Thank you for porting the MOLC package to the latest dev, it seems correct to me.

The method you suggest also works fine, and does not require any new compute. To summarise, the inter-molecular (aka cohesion) energy for a molecular system with long-range electrostatics can be obtained from the equation:
E_\text{inter}=E_\text{pair}-E_\text{intra}
where E_\text{pair}=\sum E_\text{vdwl}+E_\text{coul}+E_\text{long} and E_\text{intra} is computed as follows:

compute intra all group/group all pair yes kspace yes molecule intra
variable enb equal evdwl+ecoul+elong
variable inter equal v_enb-c_intra
compute inter2 all inter kspace yes # the new compute.
compute inter3 all group/group all pair yes kspace yes molecule inter

The intermolecular energy computed in this way is numerically identical to that computed with the new compute inter command:

  v_inter       c_inter2       c_inter3          v_enb        c_intra
-12353.99     -12353.937     -21524.214     -8025.8405      4328.1496

To me this result means that the intermolecular energy computed with computed group/group is not correct, as it is equivalent to a rerun with neigh_modify exclude molecule/intra all. Another way to see that something does not add up is by summing c_intra+c_inter3, which does not return v_enb.
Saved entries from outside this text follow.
import { describe, expect, it, vi } from "vitest";
import { physicsOf, prepareScenario } from "@/lib/engine";
import { parseScenario } from "@/lib/scenarios/schema";
import { readFixture } from "./helpers";

vi.setConfig({ testTimeout: 60_000 });

/**
 * The bin fixture on a two-bin year without months: a summer bin at full load and a cold bin in which
 * the plant is idle, so every quantity below can be worked by hand from the inputs.
 */
function twoBinScenario(edit: (doc: Record<string, unknown>) => void = () => {}) {
  const doc = readFixture("scenario-bins.json") as Record<string, unknown> & {
    climate: Record<string, unknown>;
    duty: Record<string, unknown>;
    options: Record<string, unknown>[];
    water: Record<string, unknown>;
  };
  doc.climate = {
    source: "wetBulbBins",
    label: "two bins",
    bins: [
      { wetBulbC: 22, meanCoincidentDryBulbC: 28, hours: 4000 },
      { wetBulbC: -4, meanCoincidentDryBulbC: -3, hours: 4760 },
    ],
  };
  doc.duty.loadProfile = { kind: "perBin", fractions: [1, 0] };
  for (const o of doc.options) o.basinHeater = { powerKW: 8, setPointC: 4.4 };
  edit(doc);
  const r = parseScenario(doc);
  if (!r.ok) throw new Error(r.errors.map((e) => `${e.path}: ${e.message}`).join("\n"));
  return { input: r.value, physics: physicsOf(prepareScenario(r.value)) };
}

const M3_PER_KG = 1 / 998.2;

describe("water side over a year, against hand numbers", () => {
  // Basin heater (Methods §2): the idle bin holds still water at −3 °C; default heat loss
  // 8 kW/(4.4 + 17.8) K = 0.36036 kW/K; need 0.36036 × (4.4 + 3) = 2.6667 kW < 8 kW rating;
  // 4760 h × 2.6667 kW = 12,693 kWh. The running summer bin wets the basin with warm water: no heat.
  it("the basin heater supplies the basin's loss below its set-point in idle hours only", () => {
    const { physics } = twoBinScenario();
    for (const p of physics) expect(p.energyKWh.basinHeater).toBeCloseTo(4760 * (8 / 22.2) * 7.4, 3);
    const drained = twoBinScenario((d) => {
      for (const o of d.options as Record<string, unknown>[]) o.basinHeater = { powerKW: 8, setPointC: 4.4, drainedWhenIdle: true };
    });
    for (const p of drained.physics) expect(p.energyKWh.basinHeater).toBe(0);
    // A heater too small for the loss runs at its rating: 1 kW × 4760 h (loss entered as 0.5 kW/K → 3.7 kW needed).
    const small = twoBinScenario((d) => {
      for (const o of d.options as Record<string, unknown>[]) o.basinHeater = { powerKW: 1, setPointC: 4.4, heatLossKWPerK: 0.5 };
    });
    for (const p of small.physics) expect(p.energyKWh.basinHeater).toBeCloseTo(4760, 6);
  });

  // Standard mass balance with hand numbers: drift D = 0.005 % × tower flow × 4000 h (the fixture's
  // tower flow, kg/s → m³ at 998.2 kg/m³); B = E/(C − 1) − D at the entered 5 cycles; M = E + B + D;
  // metered-blowdown sewer bills B only. E comes from the engine's air-side balance (tested in air-side.test.ts).
  it("closes M − E − B − D = 0 with hand-computed drift, blowdown and a blowdown-metered sewer", () => {
    const { input, physics } = twoBinScenario((d) => {
      (d.water as Record<string, unknown>).sewerBasis = "blowdown";
    });
    const direct = input.options[0];
    const p = physics[0];
    if (!direct || direct.kind !== "openTowerDirect" || !p) throw new Error("fixture");
    const driftHand = 0.00005 * direct.tower.waterFlowKgPerS * 3600 * 4000 * M3_PER_KG;
    const w = p.waterM3;
    expect(w.drift / driftHand).toBeCloseTo(1, 9);
    const blowdownHand = w.evaporation / (5 - 1) - driftHand;
    expect(w.blowdown / blowdownHand).toBeCloseTo(1, 9);
    expect(w.makeup / (w.evaporation + blowdownHand + driftHand)).toBeCloseTo(1, 12);
    expect(w.sewerBilled / blowdownHand).toBeCloseTo(1, 9);
    expect(p.sewerBasis).toBe("blowdown");
  });

  // Cycles per wet loop (Methods §4): the cooler's spray loop entered at 3 cycles while the towers run the
  // scenario's 5; standard mass balance M = E·C/(C − 1) whenever B > 0.
  it("a cooler's spray loop runs its own, lower cycles", () => {
    const { physics } = twoBinScenario((d) => {
      const cooler = (d.options as Record<string, unknown>[]).find((o) => o.kind === "closedCircuitCooler");
      if (cooler) cooler.cyclesOfConcentration = 3;
    });
    const tower = physics[0];
    const cooler = physics.find((p) => p.kind === "closedCircuitCooler");
    if (!tower || !cooler) throw new Error("fixture");
    expect(cooler.waterM3.makeup / ((cooler.waterM3.evaporation * 3) / 2)).toBeCloseTo(1, 9);
    expect(tower.waterM3.makeup / ((tower.waterM3.evaporation * 5) / 4)).toBeCloseTo(1, 9);
    expect(cooler.targetCyclesOfConcentration).toBe(3);
    expect(tower.scenarioCyclesOfConcentration).toBe(5);
  });

  // LSI at the cycles achieved (Methods §4): with a drift of 1 % of the flow, drift exceeds the blowdown
  // the 5 cycles need, B = 0 and the loop achieves C = (E + D)/D. The index is the Langelier A–D form at
  // that C (hand formula below) and the hottest wetted surface, not at the target 5.
  it("reports the Langelier and Ryznar indices at the cycles actually achieved", () => {
    const { input, physics } = twoBinScenario((d) => {
      for (const o of d.options as Record<string, unknown>[]) o.driftFractionOfFlow = 0.01;
    });
    const p = physics[0];
    const chem = p?.waterChemistry;
    if (!p || !chem) throw new Error("fixture");
    const w = p.waterM3;
    expect(w.blowdown).toBe(0);
    const achieved = (w.evaporation + w.drift) / w.drift;
    expect(achieved).toBeLessThan(5);
    expect(chem.atCycles).toBeCloseTo(achieved, 9);
    const m = input.water.makeup;
    const t = chem.hottestWettedSurfaceC;
    const pHs =
      9.3 +
      (Math.log10(m.tdsMgPerL * achieved) - 1) / 10 -
      13.12 * Math.log10(t + 273.15) +
      34.55 -
      (Math.log10(m.calciumHardnessMgPerLAsCaCO3 * achieved) - 0.4) -
      Math.log10(m.mAlkalinityMgPerLAsCaCO3 * achieved);
    expect(chem.langelierIndex).toBeCloseTo(input.water.recirculatingPh - pHs, 9);
    expect(chem.ryznarIndex).toBeCloseTo(2 * pHs - input.water.recirculatingPh, 9);
  });
});
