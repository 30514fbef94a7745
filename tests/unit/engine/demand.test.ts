import { describe, expect, it } from "vitest";
import { monthlyPeakFromMonthlessRecordsKW } from "@/lib/engine/demand";

describe("monthly peak demand from bins without months (stated screening estimate, Methods §6)", () => {
  // Hand calculation: 1000 h at 100 kW, 3380 h at 80 kW, 4380 h at 50 kW (H = 8760 h, H/12 = 730 h).
  // The demand exceeded for (k − 1)·730 h, k = 1…12: 100, 100, 80, 80, 80, 80, 50 (4380 h is the end of
  // the 80 kW block), 50, 50, 50, 50, 50 → mean 820/12 = 68.333 kW; midpoint with the 100 kW peak: 84.167 kW.
  it("is the mean over the twelve month ranks of the midpoint between the annual peak and the seasonal curve", () => {
    const kw = monthlyPeakFromMonthlessRecordsKW([
      { kW: 50, hours: 4380 },
      { kW: 100, hours: 1000 },
      { kW: 80, hours: 3380 },
    ]);
    expect(kw).toBeCloseTo(0.5 * (100 + 820 / 12), 9);
  });

  // Common practice, no source: a flat demand has every month's peak equal to it; no records, no demand.
  it("a constant demand is its own monthly peak; no records give 0", () => {
    expect(monthlyPeakFromMonthlessRecordsKW([{ kW: 42, hours: 8760 }])).toBe(42);
    expect(monthlyPeakFromMonthlessRecordsKW([])).toBe(0);
  });
});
@stamoor, can we take this offline? Or, better, in the Open Review? I still need to publish this stuff, and your revision is definitely the best I can hope for.

@hothello I’m trying to get up to speed on the discussion. Are you saying that exclusions are not being properly handled with compute group/group? From your post, it seems like there are extraneous exclusions when there shouldn’t be any? For long-range electrostatics (i.e. kspace), there is no concept of exclusion. Every point charge interacts with every other charge (including itself!). So any exclusions have to be handled inside the short-range pair style, including those from kspace. In other words, extra interactions from kspace are subtracted out in the pair style.

It is possible the logic for compute group/group with exclusions is incorrect in the coul/long pair styles.